You are not required to pursue all three of these goals, these are meant to serve as starting points and guidance for your analysis.

Phase Two: Open and Axial Coding

Step 1: Each team member reads the first 6 transcripts (representing one pair of participants from each condition) and identifies initial themes and subthemes. Some example themes and subthemes could be:
- Example theme: overall opinion of the robot
  - Example subtheme: positive
  - Example subtheme: negative
  - Example subtheme: neutral
- Example theme: perspective on collaborating with the other human participant
  - Example subtheme: other participant was too dominant
  - Example subtheme: equal and enjoyable collaboration
  - Example subtheme: other participant was disengaged
Step 2: As a team, discuss and refine your themes iteratively. For the purposes of this lab, please select 2 themes to code, each of which can have 2-4 subthemes. Your group should review at least 12 transcripts (2 pairs of participants from each of the 3 conditions: positive-positive - PP, negative-negative - NN, positive-negative - PN) to refine your themes. Richards & Hemphill (2018) recommend reviewing around 30% of the data during this phase for a full-fledged thematic analysis.

Phase Three: Preliminary Codebook

Step 1: Create a preliminary codebook based on the discussion above (put your codebook in your Lab 7 Qualitative Data Analysis Worksheet).
Step 2: The team reviews the draft together. [Optional] You may invite an external researcher familiar with the study (but not part of the coding process) to review it as well.

Phase Four: Pilot Testing the Codebook

Step 1: All team members independently code the same 2–3 new transcripts using the codebook (e.g., in separate tabs of a Google spreadsheet).
Step 2: Discuss discrepancies and revise the codebook accordingly until your team is confident in it.

Phase Five: Final Coding and Inter-Coder Reliability

Step 1: Perform full coding on the dataset using either consensus coding or split coding. For HRI research, we typically use split coding. This means that all team members code an overlap set (typically consisting of ~10% of the data). After a sufficient inter-rater reliability is achieved on the overlap set (see Step 2), the team members split up the rest of the data, where only one team member codes each of the remaining transcripts.
Step 2: Calculate inter-coder reliability on the transcripts coded by all team members, using the appropriate metric below:

Choosing a Inter-Coder Reliability Metric:

2 coders, mutually exclusive themes: Use Cohen’s Kappa
2+ coders, mutually exclusive themes: Use Krippendorff’s Alpha or Fleiss’ Kappa
2 coders, non-mutually exclusive themes: Use Cohen’s Kappa per theme (binary coding)
2+ coders, non-mutually exclusive themes: Use Krippendorff’s Alpha (nominal)

You can download cohen_kappa.py, krippendorff_alpha.py, and fleiss_kappa.py from the Lab 7 GitHub repository. You may need to install dependencies via pip install scikit-learn statsmodels krippendorff.

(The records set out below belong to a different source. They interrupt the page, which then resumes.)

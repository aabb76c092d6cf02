/**
 * `Offload Ledger: Open Planning View`: a webview with the ledger and estimates of the analysed
 * documents, rendered as HTML and hand-made SVG by server/src/planning/render.ts (no scripts, no network).
 * It refreshes when the server reports a finished analysis.
 */
import * as vscode from 'vscode';
import type { LanguageClient } from 'vscode-languageclient/node';
import { PlanningDataRequest } from '../../../server/src/lsp/protocol';
import { renderPlanning } from '../../../server/src/planning/render';

export class PlanningView implements vscode.Disposable {
  private panel: vscode.WebviewPanel | undefined;
  private focus: { uri?: string; line?: number } = {};

  constructor(private readonly client: () => LanguageClient | undefined) {}

  async open(uri?: string, line?: number): Promise<void> {
    this.focus = { uri: uri ?? vscode.window.activeTextEditor?.document.uri.toString(), line };
    if (!this.panel) {
      this.panel = vscode.window.createWebviewPanel('offloadLedger.planning', 'Offload Ledger: Planning', vscode.ViewColumn.Beside, {
        enableScripts: false,
        enableFindWidget: true,
        retainContextWhenHidden: false,
        localResourceRoots: [],
      });
      this.panel.onDidDispose(() => (this.panel = undefined));
    } else {
      this.panel.reveal(vscode.ViewColumn.Beside, true);
    }
    await this.refresh();
  }

  async refresh(): Promise<void> {
    const panel = this.panel;
    const client = this.client();
    if (!panel) return;
    if (!client) {
      panel.webview.html = renderPlanning(undefined, { cspSource: panel.webview.cspSource, message: 'The language server is not running.' });
      return;
    }
    const data = await client.sendRequest(PlanningDataRequest.type, {});
    panel.webview.html = renderPlanning(data, { cspSource: panel.webview.cspSource, focusUri: this.focus.uri, focusLine: this.focus.line });
  }

  get visible(): boolean {
    return !!this.panel?.visible;
  }

  dispose(): void {
    this.panel?.dispose();
  }
}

Phase Six: Interpreting and Writing Results

This phase involves drawing conclusions based on your thematic analysis and writing up your results. Rather than prescribing how to write these sections, we recommend that you review good examples of thematic analyses from published HRI papers and emulate the best of what you see from them:

Carsenti et al. (2025) - Section VF "Qualitative: Semi-structured interviews"
Nanavati et al. (2023) - Section 6 "Interview Results"
Hu et al. (2025) - Section VB "Place-Attachment Experience"
Shen et al. (2025) - Section IV "Results"

Tips & Resources

Use color coding or margin notes while reviewing transcripts to help identify themes.
When building the codebook, be specific about the criteria for each theme.
Consider using a spreadsheet to compare coded transcripts side-by-side.
Python scripts to calculate inter-rater reliability will be provided.
Refer to the original article for examples and guidance: Richards & Hemphill (2018) .

Extra Challenge

Compare how themes shift across different experimental conditions by visualization.